A close-up picture of a globe centring Iran and the states along its borders.
Photo: Lara Jameson/Pexels

Introduction


Shia Islamism, characterized by its fusion of Shia Islamic theology with a political ideology, has emerged as a dominant force in shaping the geopolitical landscape of the Middle East and most especially Iran, today. Olivier Roy (1994), a prominent scholar of political Islam, defines Islamism as a modernist, reactionary political movement that seeks to introduce Islamic norms and values into the public sphere. Thus for Shia Islamism, the aim of its political project is the implementation of Shia Islam as the foundation for all spheres of life, be it public or private. However, Shia Islamism stands out amongst the various Islamist strains due to several unique elements, particularly its centralized & hierarchical adherence to the Shia clergy of Iran. In order to understand how this ideology came to exist in this manner, one must turn to its origins in 1970s Iran and the Islamic Revolution. In doing so, it becomes clear how the roots of Shia Islamism surprisingly mirrors those of the leftist movements of that period, specifically the Iranian socialists who were also rising in the wake of the Shah’s weakening grip. This paper argues that the Shia clergy, otherwise known as the ulema, strategically crafted the reactionary ideology of Shia Islamism to neutralize the popular socialist tide that challenged their traditional religious and socio-economic authority. Through a close inspection of Iran and the Islamic Revolution, this co-option and neutralization of leftism is seen in Shia Islamism’s theologically based revolutionary foundation, its appropriation of socialist rhetoric, and its maintenance of a strict bourgeois clerical hierarchy. As a whole, this paper will demonstrate that the bourgeois ulema co-opted popular socialist principles and gave just enough concessions to the Shia masses to neutralize the threat of socialism and simultaneously obtain their consent to rule the emerging Iranian state.


Historical Background


Before delving into how and why the Shia ulema co-opted leftism for their own purposes, one must first seek to understand their unique socio-economic position within Iranian society. Historically, ruling Iranian dynasties have used the religious legitimacy offered by the ulema in exchange for protection and various economic and social benefits. Most notably by giving land endowments, the right to collect religious tithes, as well as the ability to regulate education and justice (Varol, 2016). This granting of land endowment, known as waqf, gave to Shiite clergy (both privately and the larger institution) assets in the form of land and properties, which transformed them into a group of landowning bourgeoisie, whose material interests were vested in direct opposition to, and in the exploitation of, the Iranian peasantry. Floor (1980), in their exploration of the ulema’s political disposition notes the following: 

The working conditions of those peasants who worked land that was either the private property of religious leaders or waqf property administered by the ulema [...] were not better, and often worse, than those of the peasants working on the land of the landlords or the state (p. 502). 
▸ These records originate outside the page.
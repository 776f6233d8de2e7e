import { queryOptions, useQuery } from '@tanstack/react-query';
import type { SiteDto } from '@shared/schemas/register.schema';
import { api } from '@/lib/api-client';
import { lookupKeys } from './lookup-keys';

/** One site: its currency and default units. */
export function getSite(id: string, signal?: AbortSignal): Promise<SiteDto> {
  return api.get<{ data: SiteDto }>(`/api/sites/${encodeURIComponent(id)}`, undefined, signal).then((body) => body.data);
}

export const siteQueryOptions = (id: string | null | undefined) =>
  queryOptions({
    queryKey: lookupKeys.sites.detail(id ?? ''),
    queryFn: ({ signal }) => getSite(id!, signal),
    enabled: Boolean(id),
    staleTime: 10 * 60_000,
  });

export function useSite(id: string | null | undefined) {
  return useQuery(siteQueryOptions(id));
}
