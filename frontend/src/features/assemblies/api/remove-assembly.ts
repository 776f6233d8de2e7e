import type { z } from 'zod';
import type { removeSchema } from '@shared/schemas/assemblies.schema';
import { type LifecycleAnswer, type LifecycleOptions, useLifecycleMutation } from './lifecycle-mutation';
import { submitOnce } from './submit-once';

/** The body as the form sends it: measurements as `{ value, unit }`, the key added by the submission. */
export type RemoveRequest = Omit<z.input<typeof removeSchema>, 'idempotencyKey'>;

export interface RemoveRequestVariables {
  assemblyId: string;
  input: RemoveRequest;
  idempotencyKey: string;
}

/** Takes an assembly out of its position, with the reason that decides how its life counts. */
export function removeAssembly({ assemblyId, input, idempotencyKey }: RemoveRequestVariables): Promise<LifecycleAnswer> {
  return submitOnce<LifecycleAnswer>(`/api/assemblies/${encodeURIComponent(assemblyId)}/remove`, input, idempotencyKey);
}

export function useRemoveAssembly(options: LifecycleOptions<RemoveRequestVariables> = {}) {
  return useLifecycleMutation(removeAssembly, options);
}
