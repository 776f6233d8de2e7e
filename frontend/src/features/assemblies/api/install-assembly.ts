import type { z } from 'zod';
import type { installSchema } from '@shared/schemas/assemblies.schema';
import { type LifecycleAnswer, type LifecycleOptions, useLifecycleMutation } from './lifecycle-mutation';
import { submitOnce } from './submit-once';

/** The body as the form sends it: measurements as `{ value, unit }`, the key added by the submission. */
export type InstallRequest = Omit<z.input<typeof installSchema>, 'idempotencyKey'>;

export interface InstallRequestVariables {
  assemblyId: string;
  input: InstallRequest;
  idempotencyKey: string;
}

/** Installs an assembly from stock at a position, after the selection checks (and any override of them). */
export function installAssembly({ assemblyId, input, idempotencyKey }: InstallRequestVariables): Promise<LifecycleAnswer> {
  return submitOnce<LifecycleAnswer>(`/api/assemblies/${encodeURIComponent(assemblyId)}/install`, input, idempotencyKey);
}

export function useInstallAssembly(options: LifecycleOptions<InstallRequestVariables> = {}) {
  return useLifecycleMutation(installAssembly, options);
}
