import type { z } from 'zod';
import type { scrapSchema } from '@shared/schemas/assemblies.schema';
import { type LifecycleAnswer, type LifecycleOptions, useLifecycleMutation } from './lifecycle-mutation';
import { submitOnce } from './submit-once';

/** The body as the form sends it: measurements as `{ value, unit }`, the key added by the submission. */
export type ScrapRequest = Omit<z.input<typeof scrapSchema>, 'idempotencyKey'>;

export interface ScrapRequestVariables {
  assemblyId: string;
  input: ScrapRequest;
  idempotencyKey: string;
}

/** Scraps an assembly for good; its records stay. */
export function scrapAssembly({ assemblyId, input, idempotencyKey }: ScrapRequestVariables): Promise<LifecycleAnswer> {
  return submitOnce<LifecycleAnswer>(`/api/assemblies/${encodeURIComponent(assemblyId)}/scrap`, input, idempotencyKey);
}

export function useScrapAssembly(options: LifecycleOptions<ScrapRequestVariables> = {}) {
  return useLifecycleMutation(scrapAssembly, options);
}
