import { queryOptions, useQuery } from '@tanstack/react-query';
import type { EquipmentDto } from '@shared/schemas/register.schema';
import { api } from '@/lib/api-client';
import { lookupKeys } from './lookup-keys';

/** One piece of equipment: whether it has an hour meter, and its latest reading. */
export function getEquipment(id: string, signal?: AbortSignal): Promise<EquipmentDto> {
  return api.get<{ data: EquipmentDto }>(`/api/equipment/${encodeURIComponent(id)}`, undefined, signal).then((body) => body.data);
}

export const equipmentQueryOptions = (id: string | null | undefined) =>
  queryOptions({
    queryKey: lookupKeys.equipment.detail(id ?? ''),
    queryFn: ({ signal }) => getEquipment(id!, signal),
    enabled: Boolean(id),
  });

export function useEquipment(id: string | null | undefined) {
  return useQuery(equipmentQueryOptions(id));
}
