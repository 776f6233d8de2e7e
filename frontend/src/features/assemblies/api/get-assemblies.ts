import { keepPreviousData, queryOptions, useQuery } from '@tanstack/react-query';
import type { AssemblyListItemDto } from '@shared/schemas/assemblies.schema';
import type { ListResponse } from '@shared/schemas/common.schema';
import { api } from '@/lib/api-client';
import { assemblyKeys, type AssemblySearch } from './assembly-keys';

/** A page of the register: by tag code or free text, by site, status or size. */
export function getAssemblies(query: AssemblySearch, signal?: AbortSignal): Promise<ListResponse<AssemblyListItemDto>> {
  return api.get<ListResponse<AssemblyListItemDto>>(
    '/api/assemblies',
    {
      q: query.q,
      siteId: query.siteId,
      status: query.status?.join(','),
      sizeCode: query.sizeCode,
      positionId: query.positionId,
      page: query.page,
      pageSize: query.pageSize ?? 20,
    },
    signal,
  );
}

export const assembliesQueryOptions = (query: AssemblySearch, enabled = true) =>
  queryOptions({
    queryKey: assemblyKeys.list(query),
    queryFn: ({ signal }) => getAssemblies(query, signal),
    placeholderData: keepPreviousData,
    enabled,
  });

export function useAssemblies(query: AssemblySearch, { enabled = true }: { enabled?: boolean } = {}) {
  return useQuery(assembliesQueryOptions(query, enabled));
}
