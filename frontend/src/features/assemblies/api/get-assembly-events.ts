import { queryOptions, useQuery } from '@tanstack/react-query';
import type { AssemblyEventDto } from '@shared/schemas/assemblies.schema';
import { api } from '@/lib/api-client';
import { assemblyKeys } from './assembly-keys';

/** Everything recorded on one assembly, newest first; voided events stay, marked with their void. */
export function getAssemblyEvents(id: string, signal?: AbortSignal): Promise<AssemblyEventDto[]> {
  return api.get<{ data: AssemblyEventDto[] }>(`/api/assemblies/${encodeURIComponent(id)}/events`, undefined, signal).then((body) => body.data);
}

export const assemblyEventsQueryOptions = (id: string) =>
  queryOptions({
    queryKey: assemblyKeys.events(id),
    queryFn: ({ signal }) => getAssemblyEvents(id, signal),
  });

export function useAssemblyEvents(id: string) {
  return useQuery(assemblyEventsQueryOptions(id));
}
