import { queryOptions, useQuery } from '@tanstack/react-query';
import type { FittingTypeDto } from '@shared/schemas/register.schema';
import { api } from '@/lib/api-client';
import { lookupKeys } from './lookup-keys';

/** One fitting type with its sizes, ratings and crimp specifications. */
export function getFittingType(id: string, signal?: AbortSignal): Promise<FittingTypeDto> {
  return api.get<{ data: FittingTypeDto }>(`/api/fitting-types/${encodeURIComponent(id)}`, undefined, signal).then((body) => body.data);
}

export const fittingTypeQueryOptions = (id: string | null | undefined) =>
  queryOptions({
    queryKey: lookupKeys.fittingTypes.detail(id ?? ''),
    queryFn: ({ signal }) => getFittingType(id!, signal),
    enabled: Boolean(id),
    staleTime: 5 * 60_000,
  });

export function useFittingType(id: string | null | undefined) {
  return useQuery(fittingTypeQueryOptions(id));
}
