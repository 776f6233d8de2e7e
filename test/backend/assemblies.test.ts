import { afterAll, beforeAll, describe, expect, it } from 'vitest';
import { parseTagCode } from '../../shared/src/tags/tag-code.js';
import type { Equipment, FittingType, Construction, Site } from '../../backend/src/entities/index.js';
import { Position } from '../../backend/src/entities/index.js';
import { call, startTestServer, type TestServer } from '../support/api.js';
import { buildConstruction, buildFittingType } from '../support/register-factories.js';
import { buildAirPosition, buildPlace, key, stockAssembly } from '../support/assembly-factories.js';
import { buildUser, signIn } from '../support/factories.js';

let server: TestServer;
let site: Site;
let equipment: Equipment;
let construction: Construction;
let fitting: FittingType;
let technician: string;
let engineer: string;
let secondTechnician: string;

beforeAll(async () => {
  server = await startTestServer();
  ({ site, equipment } = await buildPlace(server.ctx));
  construction = await buildConstruction(server.ctx);
  fitting = await buildFittingType(server.ctx);
  const sites = { allSites: false, siteIds: [site.id] };
  technician = await signIn(server.app, (await buildUser(server.ctx, { role: 'technician', ...sites })).email);
  secondTechnician = await signIn(server.app, (await buildUser(server.ctx, { role: 'technician', ...sites })).email);
  engineer = await signIn(server.app, (await buildUser(server.ctx, { role: 'reliability_engineer', ...sites })).email);
});
afterAll(() => server.close());
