import type { z } from 'zod';
import type { overrideCreateSchema } from '@shared/schemas/assemblies.schema';
import { type LifecycleAnswer, type LifecycleOptions, useLifecycleMutation } from './lifecycle-mutation';
import { submitOnce } from './submit-once';

/** The body as the form sends it: measurements as `{ value, unit }`, the key added by the submission. */
export type OverrideRequest = Omit<z.input<typeof overrideCreateSchema>, 'idempotencyKey'>;

export interface OverrideRequestVariables {
  assemblyId: string;
  input: OverrideRequest;
  idempotencyKey: string;
}

/** Accepts failed selection checks of an installed assembly, with a reason and a date to review them. */
export function overrideChecks({ assemblyId, input, idempotencyKey }: OverrideRequestVariables): Promise<LifecycleAnswer> {
  return submitOnce<LifecycleAnswer>(`/api/assemblies/${encodeURIComponent(assemblyId)}/overrides`, input, idempotencyKey);
}

export function useOverrideChecks(options: LifecycleOptions<OverrideRequestVariables> = {}) {
  return useLifecycleMutation(overrideChecks, options);
}
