describe('fitting types', () => {
  it('adds a fitting type with a rating per size, stored in kPa and mm', async () => {
    const res = await call(server.app, 'post', '/api/fitting-types', engineer).send({
      code: code('F'),
      name: 'Claw coupling',
      style: 'claw',
      material: 'malleable iron',
      sizes: [
        { sizeCode: 'bore-19', rating: { value: 150, unit: 'psi' }, crimpDiameter: { value: 1.1, unit: 'in' }, crimpTolerance: { value: 0.2, unit: 'mm' } },
        { sizeCode: 'bore-25', rating: null },
      ],
    });
    expect(res.status).toBe(201);
    const [size19, size25] = res.body.data.sizes;
    expect(size19.ratingKpa).toBeCloseTo(150 * KPA_PER_PSI, 9);
    expect(size19.crimpDiameterMm).toBeCloseTo(27.94, 9);
    expect(size25).toEqual({ sizeCode: 'bore-25', ratingKpa: null, crimpDiameterMm: null, crimpToleranceMm: null });
    expect(res.body.data).toMatchObject({ style: 'claw', notes: null, abilities: { update: true, archive: true } });
  });

  it('names a size given twice, an unknown style and a bad size code', async () => {
    const base = { code: code('F'), name: 'Cam and groove', style: 'cam-groove', material: 'aluminium' };
    const twice = await call(server.app, 'post', '/api/fitting-types', engineer).send({ ...base, sizes: [{ sizeCode: 'bore-51', rating: null }, { sizeCode: 'bore-51', rating: null }] });
    expect(twice.status).toBe(400);
    expect(twice.body.error.field).toBe('sizes');
    const style = await call(server.app, 'post', '/api/fitting-types', engineer).send({ ...base, style: 'glued', sizes: [] });
    expect(style.body.error.field).toBe('style');
    const size = await call(server.app, 'post', '/api/fitting-types', engineer).send({ ...base, sizes: [{ sizeCode: 'bore-7', rating: null }] });
    expect(size.body.error.field).toBe('sizes.0.sizeCode');
  });

  it('refuses a code already in use', async () => {
    const existing = await buildFittingType(server.ctx);
    const res = await call(server.app, 'post', '/api/fitting-types', engineer).send({ code: existing.code, name: 'Twin', style: 'crimped', material: 'steel', sizes: [] });
    expect(res.status).toBe(409);
    expect(res.body.error).toMatchObject({ code: 'code_taken', field: 'code' });
  });

  it('fails the stored outcome of an installed assembly when its fitting’s rating drops below the position’s pressure', async () => {
    const { assembly, endA } = await buildInstalledAssembly(server.ctx, { siteId: siteA.id });
    const res = await call(server.app, 'patch', `/api/fitting-types/${endA!.id}`, engineer).send({ sizes: [{ sizeCode: 'bore-19', rating: { value: 6, unit: 'bar' } }] });
    expect(res.status).toBe(200);
    expect(res.body.data.sizes[0]).toMatchObject({ ratingKpa: 600, crimpDiameterMm: null });
    expect(await storedOutcome(assembly.id)).toBe('fail');
  });

  it('lists fitting types by style and archives one', async () => {
    const tag = code('FL');
    const claw = await buildFittingType(server.ctx, { code: `${tag}-1`, style: 'claw', name: 'Claw coupling' });
    await buildFittingType(server.ctx, { code: `${tag}-2`, style: 'crimped' });
    const res = await call(server.app, 'get', '/api/fitting-types', viewer).query({ q: tag, style: 'claw' });
    expect(res.body.data.map((f: { id: string }) => f.id)).toEqual([claw.id]);
    await call(server.app, 'post', `/api/fitting-types/${claw.id}/archive`, engineer).expect(204);
    expect((await call(server.app, 'get', '/api/fitting-types', viewer).query({ q: tag })).body.pagination.total).toBe(1);
    expect((await call(server.app, 'get', `/api/fitting-types/${claw.id}`, viewer)).body.data.archivedAt).not.toBeNull();
  });

  it('leaves the notes as they were when a change does not mention them', async () => {
    const fitting = await buildFittingType(server.ctx, { notes: 'Use the locking pin' });
    const res = await call(server.app, 'patch', `/api/fitting-types/${fitting.id}`, engineer).send({ name: 'Crimped stem, bite-type ferrule' });
    expect(res.body.data).toMatchObject({ name: 'Crimped stem, bite-type ferrule', notes: 'Use the locking pin' });
  });
});

describe('reference lists', () => {
  it('answers the size classes, media, compounds, compatibility, criticality, removal reasons, fitting styles and services in one cacheable answer', async () => {
    const res = await call(server.app, 'get', '/api/reference', viewer);
    expect(res.status).toBe(200);
    expect(res.headers['cache-control']).toContain('max-age');
    const data = res.body.data;
    expect(data.sizeClasses.map((s: { code: string }) => s.code)).toEqual(SIZE_CLASSES.map((s) => s.code));
    expect(data.sizeClasses.find((s: { code: string }) => s.code === 'bore-19')).toMatchObject({ inch: '3/4', dash: 12 });
    expect(data.media).toHaveLength(MEDIA.length);
    expect(data.tubeCompounds).toContainEqual({ code: 'NBR', name: 'nitrile rubber' });
    expect(data.compatibility.NBR['compressed-air-oil-mist']).toEqual(COMPATIBILITY_TABLE.NBR['compressed-air-oil-mist']);
    expect(data.criticalityLevels.map((c: { code: string }) => c.code)).toEqual([...CRITICALITY_LEVELS]);
    expect(data.removalReasons.map((r: { code: string }) => r.code)).toEqual([...REMOVAL_REASONS]);
    expect(data.fittingStyles.map((f: { code: string }) => f.code)).toEqual([...FITTING_STYLES]);
    expect(data.services.map((s: { code: string }) => s.code)).toEqual(SERVICE_CATALOGUE.map((s) => s.code));
    expect(data.services[0].sources.inspectionInterval).toBeTruthy();
  });

  it('answers 401 without a session', async () => {
    expect((await call(server.app, 'get', '/api/reference')).status).toBe(401);
  });
});

describe('a position in a site with customised settings', () => {
  it('takes the site’s inspection interval, adjusted by criticality', async () => {
    const site = await buildSite(server.ctx);
    await call(server.app, 'put', `/api/sites/${site.id}/services/compressed-air`, engineer).send({ ...airDefaults(), defaultInspectionIntervalDays: 60 }).expect(200);
    const low = await buildPosition(server.ctx, { siteId: site.id, criticality: 'low' });
    const own = await buildPosition(server.ctx, { siteId: site.id, inspectionIntervalDays: 14 });
    expect((await call(server.app, 'get', `/api/positions/${low.id}`, viewer)).body.data.effectiveInspectionIntervalDays).toBe(90);
    expect((await call(server.app, 'get', `/api/positions/${own.id}`, viewer)).body.data.effectiveInspectionIntervalDays).toBe(14);
  });
});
In conjunction with their bourgeois material interests, it is also crucial to understand that the ulema have long been intimately linked with the urban petite bourgeoisie, or bazaris, who were amongst their most devout supporters and provided the largest portion of the religious tithes that funded the ulema (Skocpol, 1982). As a result of their land holdings and the receipt of these religious taxes, the ulema was financially independent of the state and possessed tangible material and political interests that would soon come into conflict with the Iranian regime. However, the ulema was historically dominated by the apolitical Akhbari school, who argued against political involvement as they believed only the Imam in occultation could rightly combine religion and state. This Shia school was challenged and eventually usurped by the presently reigning Usuli by the end of the 18th century. Importantly, the Usuli school prioritized dogmatic obedience to the ulema in both religious and political matters, in the absence of the hidden imam (Arjomand, 1984). Such political involvement began to be seen in the 60s when the ulema organized against the Shah’s White Revolution, which sought to reduce their power by redistributing their land holdings to the peasants (Milani, 1988). It is through these mechanisms that, by the end of the Safavid dynasty in the 18th century, the Shia ulema had firmly cemented themselves and their faith in Iranian society, particularly in the city of Qom. Ultimately, it is this shift in religious thought that would cement and later pave the way for greater political involvement by the ulema at the head of a devoutly loyal populace, whose support would be obtained by crafting an ideology that made political participation a religious duty whilst incorporating popular leftist ideals. This theological shift would eventually provide the ulema with a platform to develop a political ideology, notably through incorporating socialism's revolutionary foundation. 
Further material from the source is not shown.